FITNESS & HEALTH

Mengenal Kanker Payudara Triple Negatif, Dianggap Lebih Agresif dan Tumbuh Pesat

Raka Lestari
Jumat 22 Oktober 2021 / 13:00
Jakarta: Banyak orang yang mungkin belum familiar dengan kanker payudara subtipe triple negatif (TNBC) yang dikenal lebih agresif dari jenis kanker payudara subtipe lainnya. TNBC cenderung sudah menyebar saat ditemukan, dan kemungkinan muncul kembali setelah dirawat lebih tinggi dibandingkan jenis kanker payudara lainnya.   

TNBC menjadi penyebab sekitar 10-20 persen kasus kanker payudara secara total dan menyerang wanita di bawah usia 40 tahun.  Menurut penelitian pada 2014, kejadian TNBC menjadi terbesar kedua di Indonesia di antara tipe kanker payudara lainnya dengan persentase 25 persen.

Gejala TNBC serupa dengan jenis kanker payudara lainnya, seperti benjolan baru di payudara atau ketiak, penebalan atau pembengkakan pada bagian payudara, iritasi atau lesung pipit pada kulit payudara, kulit kemerahan atau bersisik di area puting atau payudara. Bisa juga puting tertarik ke dalam atau nyeri di area puting, keluarnya cairan dari puting selain ASI, termasuk darah. Serta, perubahan ukuran atau bentuk payudara, ataupun nyeri di setiap area payudara.

Prof. DR. dr. Ami Ashariati, SpPD.-KHOM, menjelaskan saat kanker payudara didiagnosis melalui tes pencitraan dan biopsi, sel-sel kanker akan diteliti untuk fitur tertentu.


(TNBC cenderung sudah menyebar saat ditemukan, dan kemungkinan muncul kembali setelah dirawat lebih tinggi dibandingkan jenis kanker payudara lainnya. Foto: Ilustrasi. Dok. Freepik.com)

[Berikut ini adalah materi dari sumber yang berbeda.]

impl Trial {
    fn new(
        plan: &EncodePlan,
        key: &KeyPlan,
        design: Design,
        cut: f64,
        candidates: &[Candidate],
    ) -> Self {
        let time = plan.options.time_column.as_deref().unwrap_or_default();
        // Rows are `t`, as in `EncodePlan::fit_with_weight`.
        let t = plan.time_number(&format!("t.{}", quote(time)));
        let y = format!("t.{}", quote(&plan.options.target));
        let x = plan
            .options
            .exposure
            .as_ref()
            .map(|x| format!("CAST(t.{} AS DOUBLE)", quote(x)))
            .unwrap_or_else(|| "1.0".into());
        let outcome = match plan.family {
            Kind::Dirichlet => format!("CAST({y} AS VARCHAR)"),
            _ => format!("CAST({y} AS DOUBLE)"),
        };
        let rows = |when: &str| {
            format!(
                "SELECT t.*, {} AS __level, fold_of(t.__row, {}, {}) AS __fold, {t} AS __time, \
                 {outcome} AS __y, {x} AS __x FROM {TRAIN} t WHERE {t} {when} {cut} AND {y} IS NOT NULL",
                key.sql(plan.options.normalize_keys),
                plan.options.folds,
                plan.options.seed,
            )
        };
        let rows = vec![
            format!("early AS ({})", rows("<")),
            format!("late AS ({})", rows(">=")),
        ];
        let prior = |i: usize| match plan.fitted {
            true => format!("q{i} AS (SELECT fit_prior(p) AS prior FROM a{i})"),
            false => format!(
                "q{i} AS (SELECT {} AS prior)",
                key.prior.as_ref().unwrap_or(&plan.base_prior)
            ),
        };
        let candidates = candidates
            .iter()
            .enumerate()
            .map(|(i, candidate)| match design {
                Design::OutOfFold => {
                    let weight = candidate
                        .half_life
                        .map(|h| format!("decay_weight({cut} - {t}, {h})"));
                    vec![
                        format!(
                            "f{i} AS (SELECT t.__level AS level, t.__fold AS fold, {} AS p FROM early t \
                             WHERE t.__level IS NOT NULL GROUP BY 1, 2)",
                            plan.fit_with_weight(key, weight.as_deref())
                        ),
                        format!("a{i} AS (SELECT level, posterior_pool(p) AS p FROM f{i} GROUP BY level)"),
                        prior(i),
                    ]
                }
                Design::AsOf { oldest } => {
                    // At most 2^64 here: the shortest candidate is 1/64 of the period.
                    let decay = candidate
                        .half_life
                        .map(|half_life| AsOfDecay { oldest, half_life });
                    let weight = decay.map(|d| d.growing_weight("t.__time"));
                    let aged = |p: &str, at: &str| match decay {
                        Some(d) => d.aged(p, at),
                        None => p.to_string(),
                    };
                    vec![
                        format!(
                            "f{i} AS (SELECT t.__level AS level, t.__time AS time, {} AS p FROM early t \
                             WHERE t.__level IS NOT NULL GROUP BY 1, 2)",
                            plan.fit_with_weight(key, weight.as_deref())
                        ),
                        format!(
                            "s{i} AS (SELECT level, time, {} AS p FROM f{i})",
                            aged(
                                &as_of_pool(
                                    "p",
                                    "level",
                                    ("time", TimeUnits::Numbers),
                                    candidate.horizon,
                                ),
                                "time"
                            )
                        ),
                        format!(
                            "a{i} AS (SELECT level, {} AS p FROM f{i} GROUP BY level)",
                            aged("posterior_pool(p)", &cut.to_string())
                        ),
                        prior(i),
                    ]
                }
            })
            .collect();
        let components = match plan.family {
            Kind::Dirichlet => plan
                .classes
                .iter()
                .map(|c| {
                    let class = text(c);
                    (
                        format!("CASE WHEN __y = {class} THEN 1.0 ELSE 0.0 END"),
                        Some(class),
                    )
                })
                .collect(),
            // Counts: events per unit of exposure.
            Kind::Gamma => vec![("__y / __x".to_string(), None)],
            _ => vec![("__y".to_string(), None)],
        };
        Trial {
            rows,
            candidates,
            components,
            design,
            family: plan.family,
            fitted: plan.fitted,
        }
    }

    /// Every candidate against the first: the late rows scored, the first's mean
    /// loss, and per candidate the mean difference of its loss less the first's with
    /// its standard error (`None` for the first, and where there is nothing to
    /// compare). One query per candidate and per pair keeps the memory of a trial
    /// that of one fit.
    async fn against_first(
        &self,
        ctx: &SessionContext,
    ) -> Result<(i64, Option<f64>, Vec<Option<(f64, f64)>>)> {
        // The slopes a learner would read from each candidate's early rows (none when
        // every departure is equal: the encoding adds nothing).
        let mut slopes = Vec::new();
        for i in 0..self.candidates.len() {
            let b = one_row(ctx, &self.slopes_sql(i)).await?;
            slopes.push(
                (0..self.components.len())
                    .map(|c| number(&b, c).unwrap_or(0.0))
                    .collect::<Vec<_>>(),
            );
        }
        let (mut rows, mut base, mut differences) = (0, None, vec![None]);
        for i in 1..self.candidates.len() {
            let b = one_row(ctx, &self.losses_sql((0, &slopes[0]), (i, &slopes[i]))).await?;
            rows = b.column(0).as_primitive::<Int64Type>().value(0);
            base = number(&b, 1);
            differences.push(
                number(&b, 2)
                    .zip(number(&b, 3))
                    .map(|(d, sd)| (d, sd / (rows as f64).sqrt())),
            );
        }
        Ok((rows, base, differences))
    }

    /// The CTEs of the rows and of candidates `chosen`.
    fn with(&self, chosen: &[usize]) -> String {
        self.rows
            .iter()
            .chain(chosen.iter().flat_map(|&i| self.candidates[i].iter()))
            .cloned()
            .collect::<Vec<_>>()
            .join(", ")
    }

    /// Component `c`'s departure from the prior under candidate `i`, of posterior
    /// `p` (the prior itself where `p` is NULL: an unseen level).
    fn departure(&self, i: usize, c: usize, p: &str) -> String {
        let p = match self.fitted {
            true => format!("COALESCE(posterior_with_prior({p}, q{i}.prior), q{i}.prior)"),
            false => format!("COALESCE({p}, q{i}.prior)"),
        };
        let mean = |p: &str| match &self.components[c].1 {
            Some(class) => format!("posterior_mean({p}, {class})"),
            None => format!("posterior_mean({p})"),
        };
        format!("({} - {})", mean(&p), mean(&format!("q{i}.prior")))
    }

    /// Per row of `rows` (`early` or `late`): each component's outcome `o{c}` and,
    /// per chosen candidate, its departure `d{i}_{c}`; plus `__y`, `__x`.
    fn per_row(&self, rows: &str, chosen: &[usize]) -> String {
        let mut joins = Vec::new();
        let mut columns = vec!["r.__y".to_string(), "r.__x".to_string()];
        for (c, (outcome, _)) in self.components.iter().enumerate() {
            columns.push(format!(
                "{} AS o{c}",
                outcome.replace("__y", "r.__y").replace("__x", "r.__x")
            ));
        }
        for &i in chosen {
            let p = match (rows, self.design) {
                ("early", Design::OutOfFold) => {
                    joins.push(format!(
                        "LEFT JOIN f{i} ON f{i}.level = r.__level AND f{i}.fold = r.__fold \
                         LEFT JOIN a{i} ON a{i}.level = r.__level"
                    ));
                    // The other folds: the level's fit less this row's fold's.
                    format!("posterior_subtract(a{i}.p, f{i}.p)")
                }
                ("early", Design::AsOf { .. }) => {
                    joins.push(format!(
                        "LEFT JOIN s{i} ON s{i}.level = r.__level AND s{i}.time = r.__time"
                    ));
                    format!("s{i}.p")
                }
                _ => {
                    joins.push(format!("LEFT JOIN a{i} ON a{i}.level = r.__level"));
                    format!("a{i}.p")
                }
            };
            joins.push(format!("CROSS JOIN q{i}"));
            for c in 0..self.components.len() {
                columns.push(format!("{} AS d{i}_{c}", self.departure(i, c, &p)));
            }
        }
        format!(
            "SELECT {} FROM {rows} r {}",
            columns.join(", "),
            joins.join(" ")
        )
    }

    /// Per component: the slope of the outcome on candidate `i`'s departure over
    /// the early rows.
    fn slopes_sql(&self, i: usize) -> String {
        let slopes = (0..self.components.len())
            .map(|c| format!("REGR_SLOPE(o{c}, d{i}_{c})"))
            .collect::<Vec<_>>();
        format!(
            "WITH {} SELECT {} FROM ({})",
            self.with(&[i]),
            slopes.join(", "),
            self.per_row("early", &[i])
        )
    }

    /// Over the late rows, candidate `a` against candidate `b` (each with its
    /// slopes per component): the row count, `a`'s mean loss, and the mean and
    /// standard deviation of `b`'s loss less `a`'s.
    fn losses_sql(&self, (a, a_slopes): (usize, &[f64]), (b, b_slopes): (usize, &[f64])) -> String {
        let loss = |i: usize, slopes: &[f64]| {
            let terms = slopes
                .iter()
                .enumerate()
                .map(|(c, slope)| {
                    let pred = format!("(g.rate{c} + {slope} * d{i}_{c})");
                    match self.family {
                        Kind::Gamma => format!("power(__y - {pred} * __x, 2)"),
                        _ => format!("power(o{c} - {pred}, 2)"),
                    }
                })
                .collect::<Vec<_>>();
            format!("{} AS l{i}", terms.join(" + "))
        };
        let rates = self
            .components
            .iter()
            .enumerate()
            .map(|(c, (outcome, _))| match self.family {
                Kind::Gamma => format!("SUM(__y) / SUM(__x) AS rate{c}"),
                _ => format!("AVG({outcome}) AS rate{c}"),
            })
            .collect::<Vec<_>>();
        format!(
            "WITH {}, g AS (SELECT {} FROM late) \
             SELECT COUNT(*), AVG(l{a}), AVG(l{b} - l{a}), STDDEV_SAMP(l{b} - l{a}) \
             FROM (SELECT {}, {} FROM ({}) CROSS JOIN g)",
            self.with(&[a, b]),
            rates.join(", "),
            loss(a, a_slopes),
            loss(b, b_slopes),
            self.per_row("late", &[a, b])
        )
    }
}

"Jika sel-sel kanker tidak memiliki reseptor estrogen atau progesteron, dan juga tidak memproduksi protein HER2, maka kanker ini dikategorikan sebagai jenis kanker payudara tripel negatif. Kanker ini sangat agresif sebab tumbuh begitu cepat dan dapat tumbuh kembali meski setelah diobati," ujarnya dalam Webinar Kanker Payudara, pada Kamis, 21 Oktober 2021. 

Lebih lanjut Prof. Ami mengatakan bahwa modalitas pengobatan pada kanker payudara secara umum terdiri dari tiga hal pokok yaitu operasi, radiasi, dan terapi sistemik berupa kemoterapi, terapi hormonal, terapi target dan imunoterapi.

"Pemilihan modalitas pengobatan dengan mempertimbangkan banyak hal, tetapi ada dua hal yang penting yaitu stadium dan subtipe kanker payudara, baru kemudian faktor lain seperti usia dan penyakit penyerta lainnya," jelas Prof. Ami. 

Opsi pengobatan kanker payudara triple negatif stadium awal, lanjut atau metastasis pada prinsipnya sama dengan subtipe yang lain. Akan tetapi, masih sangat terbatas hasilnya karena mepunyai sifat tumbuh kembali lebih cepat walaupun sudah diobati dengan benar.